Multinationals escape tax due to ‘exceptional’ rules, study claims
Large subsidiaries of multinationals, such as Apple and Google, which are based in Ireland are able to escape paying corporation tax due to an “exceptional” interpretation of tax laws by the Revenue Commissioners, a new study claims.
A research paper by James Stewart, associate professor in finance at Trinity College Dublin, says many multinationals are deemed not to be tax resident in Ireland, even though their Irish presence forms a key part of group operations and they may have a large physical presence here. This is because our tax regime allows companies to be incorporated here, but tax resident in countries where their activities are “managed and controlled”.
In many cases, these jurisdictions are listed as Bermuda or the Caymans, where corporation tax is zero.
Revenue has taken issue with the claim, saying it is applying relevant laws as set out in case law and statute. It said the High Court had confirmed the principles regarding tax residency, which had been developed by the UK courts.
Prof Stewart’s research paper gives examples of subsidiaries of Apple and Google, which are incorporated in Ireland but not regarded as resident for corporate tax purposes by the Revenue. Between them they re ported pre-tax profits of €22 billion in 2011.
Other multinationals with subsidiaries incorporated in Ireland, but tax resident abroad, include Adobe Software, LinkedIn and Microsoft.
“On several objective criteria, these firms are located in Ireland and hence it is reasonable to include their profits in measures of aggregate corporate profits in Ireland,” the paper states.
Exception
Ireland generally uses place of incorporation to determine residency for corporate tax purposes, the paper states, but an important exception is foreign-owned subsidiaries.
It adds there is no evidence that Revenue has ever contested the status of any multinational subsidiaries that have claimed they are “not managed or controlled in Ireland”.
A statement from Revenue said relevant laws state that a company’s residence is determined for tax purposes in Ireland by the location of its central management and control.
“This central management and control rule has long been, and continues to be, the general residence rule, applicable to all companies for Irish tax purposes,” Revenue said.
The only exception to this rule, it said, were statutory provisions targeted at two very specific categories of Irish-incorporated companies, which are deemed to be Irish-resident for tax purposes.
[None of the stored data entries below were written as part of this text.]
import { BitWriter } from '../bits/bit-writer.ts';
import { BugError } from '../errors/errors.ts';
import { AdditiveModel } from '../models/additive-model.ts';
import { BackOffModel } from '../models/back-off-model.ts';
import type { ContextTree } from '../models/context-tree.ts';
import { CountingAdditive } from '../models/counting-additive.ts';
import { CountingBackOff } from '../models/counting-back-off.ts';
import { isFirstDirect, slotsFor, slottedNodes } from '../models/counting-contexts.ts';
import { levelsOf } from '../models/counting-sums.ts';
import { OperationTally } from '../models/counting-tally.ts';
import { CountingRange } from '../stages/counting-range.ts';
import { RangeEncoder } from '../stages/range-encoder.ts';
import type { SymbolSequence } from '../symbols/sequence.ts';
import type { ArithSettings } from './arith-settings.ts';
import { adaptiveModelFor } from './arith-tables.ts';
import type { Setup } from './contract.ts';
import {
  type BothEnds,
  type CodeEstimate,
  type EndCost,
  type EndOperations,
  endCost,
  integerBytes,
} from './cost.ts';
import { rangeStateBytes } from './cost-static.ts';

/** Find the context, search, escape and exclude, count, halve, add, find the next contexts; a range coder's. */
const BACK_OFF_CODE: BothEnds<CodeEstimate> = {
  encoder: { statements: 180, nestedCalls: 5 },
  decoder: { statements: 200, nestedCalls: 5 },
};
/** Without escape and exclusion. */
const ADDITIVE_CODE: BothEnds<CodeEstimate> = {
  encoder: { statements: 120, nestedCalls: 5 },
  decoder: { statements: 130, nestedCalls: 5 },
};

/** How large a model is: nodes of its tree, those of them in slots, words of its runs, positions whose sums it keeps. */
export interface AdaptiveSize {
  readonly nodes: number;
  readonly slotted: number;
  readonly runWords: number;
  readonly positions: number;
}

/** What coding a unit came to. */
export interface AdaptivePass {
  readonly operations: EndOperations;
  /** The state that a unit, or each message, starts with. */
  readonly start: AdaptiveSize;
  /** The most of each that was reached. */
  readonly most: AdaptiveSize;
}

function modelFor(settings: ArithSettings, setup: Setup): BackOffModel | AdditiveModel {
  const model = adaptiveModelFor(settings, setup);
  if (model instanceof BackOffModel || model instanceof AdditiveModel) return model;
  throw new BugError('arith has an adaptive model of a kind whose operations are not counted');
}

/** Follows the contexts alone, which depend on symbols only. */
function contextsReached(
  tree: ContextTree,
  { symbols, messageEnds }: SymbolSequence,
  isReset: boolean,
): { nodes: number; slotted: number } {
  const startNodes = tree.nodeCount;
  const startSlotted = slottedNodes(tree, 0);
  let nodes = startNodes;
  let slotted = startSlotted;
  tree.start();
  let from = 0;
  const note = () => {
    nodes = Math.max(nodes, tree.nodeCount);
    slotted = Math.max(slotted, startSlotted + slottedNodes(tree, startNodes));
  };
  for (const to of messageEnds) {
    for (let i = from; i < to; i++) tree.advance(symbols[i]);
    from = to;
    if (!isReset) continue;
    note();
    tree.truncate(startNodes);
    tree.start();
  }
  note();
  return { nodes, slotted };
}

/**
 * Codes a unit and counts; see CountingBackOff and CountingAdditive. Two passes: contexts first, so that the slots have the
 * size that a device would give them.
 */
export function adaptivePass(
  settings: ArithSettings,
  sequence: SymbolSequence,
  setup: Setup,
): AdaptivePass {
  const { symbols, messageEnds, alphabetSize } = sequence;
  const isReset = setup.reset === 'message';
  const { order, rangeBits, added } = settings;
  const halveAt = settings.halveAt(alphabetSize);
  const model = modelFor(settings, setup);
  const { runs, sums } = model.learned();
  const start: AdaptiveSize = {
    nodes: runs.tree.nodeCount,
    slotted: slottedNodes(runs.tree, 0),
    runWords: runs.runWords,
    positions: sums?.count ?? 0,
  };
  const reached = contextsReached(runs.tree, sequence, isReset);
  const slots = slotsFor(reached.slotted);
  const encoder = new OperationTally();
  const decoder = new OperationTally();
  const counting =
    model instanceof BackOffModel
      ? new CountingBackOff(model, alphabetSize, order, halveAt, slots, encoder, decoder)
      : new CountingAdditive(model, alphabetSize, order, added!, halveAt, slots, encoder, decoder);
  const stage = new RangeEncoder(new BitWriter(), rangeBits);
  const sink = new CountingRange(stage, encoder, decoder);
  if (isReset) counting.markResetState();
  let { runWords, positions } = counting.size;
  let from = 0;
  for (const to of messageEnds) {
    if (isReset) counting.reset();
    stage.beginApart();
    counting.code(symbols, from, to, sink);
    from = to;
    const { size } = counting;
    runWords = Math.max(runWords, size.runWords);
    positions = Math.max(positions, size.positions);
  }
  return {
    operations: { encoder: encoder.counts(), decoder: decoder.counts() },
    start,
    most: { ...reached, runWords, positions },
  };
}

/** What a model of that size holds. */
interface AdaptiveBytes {
  /** Contexts and counts. */
  readonly tableBytes: number;
  /** Where it stands, and what is excluded. */
  readonly stateBytes: number;
}

/**
 * Bytes of a model, laid out as the present code has it, each integer as wide as its bound. `widths`: of the size that it may
 * grow to.
 *
 * - A context: its parent, its symbol with a flag, its one entry or the place of its run, the sum of its counts. An entry: symbol
 *   and count. Counts and sums are bounded by `halve_at`.
 * - Contexts of one symbol are found in a table by symbol, others in slots, a context number each. Runs take blocks of 4, 8, 16 …
 *   entries, the first of which holds their number; for each size the first block left free.
 * - The empty context (order 0 alone under additive counts), for each position met: by symbol the count and whether it was seen, and
 *   two trees of as many sums.
 * - With back-off: by symbol a stamp of 4 bytes, and the list of those excluded.
 */
function adaptiveBytes(
  settings: ArithSettings,
  alphabetSize: number,
  size: AdaptiveSize,
  widths: AdaptiveSize,
): AdaptiveBytes {
  const { order, positions, added } = settings;
  const halveAt = settings.halveAt(alphabetSize);
  const greatestSum =
    added === undefined ? Math.max(halveAt, 3 * alphabetSize) + 1 : Math.ceil(halveAt / added.q);
  const sumBytes = integerBytes(greatestSum);
  const symbolBytes = integerBytes(alphabetSize - 1);
  const levels = levelsOf(alphabetSize);
  const sumsBytes =
    alphabetSize * (sumBytes + 1) +
    2 ** levels * (sumBytes + integerBytes(alphabetSize)) +
    sumBytes +
    integerBytes(alphabetSize);
  const keepsSums = added === undefined || order === 0;
  const emptyBytes = keepsSums ? size.positions * sumsBytes : 0;
  const nodeBytes = integerBytes(widths.nodes - 1);
  if (order === 0) return { tableBytes: emptyBytes, stateBytes: integerBytes(positions - 1) };
  const entryBytes = symbolBytes + sumBytes;
  const placeBytes = integerBytes(widths.runWords);
  const contextBytes =
    nodeBytes + integerBytes(2 * alphabetSize + 1) + Math.max(entryBytes, placeBytes) + sumBytes;
  const finding = (isFirstDirect(positions) ? alphabetSize + 1 : 0) + slotsFor(widths.slotted);
  const excludedBytes = added === undefined ? alphabetSize * (4 + symbolBytes) : 0;
  return {
    tableBytes:
      (size.nodes - positions) * contextBytes +
      finding * nodeBytes +
      size.runWords * entryBytes +
      (levels + 1) * placeBytes +
      emptyBytes,
    stateBytes: (order + 1) * nodeBytes + integerBytes(alphabetSize) + excludedBytes,
  };
}

/**
 * Costs of an adaptive model on a range coder, for the most that the unit made it grow to: it grows with what is coded, so other
 * data can need more. Under `primed` the trained state lies in flash, and a reset copies it. A carry may run back to a
 * message's first byte, so the encoder holds its coded message.
 */
export function adaptiveCosts(
  settings: ArithSettings,
  setup: Setup,
  { start, most }: AdaptivePass,
  longestCodedBytes: number,
): BothEnds<EndCost> {
  const { alphabetSize } = setup;
  const grown = adaptiveBytes(settings, alphabetSize, most, most);
  const flashBytes =
    setup.policy === 'primed' ? adaptiveBytes(settings, alphabetSize, start, most).tableBytes : 0;
  const ramBytes = grown.tableBytes + grown.stateBytes + rangeStateBytes(settings.rangeBits);
  const code = settings.added === undefined ? BACK_OFF_CODE : ADDITIVE_CODE;
  return {
    encoder: endCost(flashBytes, ramBytes + longestCodedBytes, code.encoder),
    decoder: endCost(flashBytes, ramBytes, code.decoder),
  };
}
They include so-called “stateless” firms and those who are incorporated in Ireland but do not carry on any business here.
Case law
“The general residence rule continues to be the central management and control rule set out in case law,” it added.
The Revenue also said it does contest the assertions of companies where the facts of a case are “inconsistent with a claim that a company is not managed or controlled in Ireland”. It did not provide any example, adding that it could not comment in relation to the tax affairs of any company.
Prof Stewart’s paper claims the omission of multinational subsidiaries based here as part our tax take is leading to official measures of effective tax rates that are “misleading”.
He sparked controversy earlier this year when another of his research papers said US multinationals in Ireland reported paying tax rates of 2.2 per cent, well below the headline rate of 12.5 per cent.
This was based on data from the US Bureau of Economic Analysis, which uses a company’s place of incorporation as its tax residence.
This was rejected by Minister for Finance Michael Noonan who said the data was based on a “flawed premise”, given that it drew on companies not tax resident here.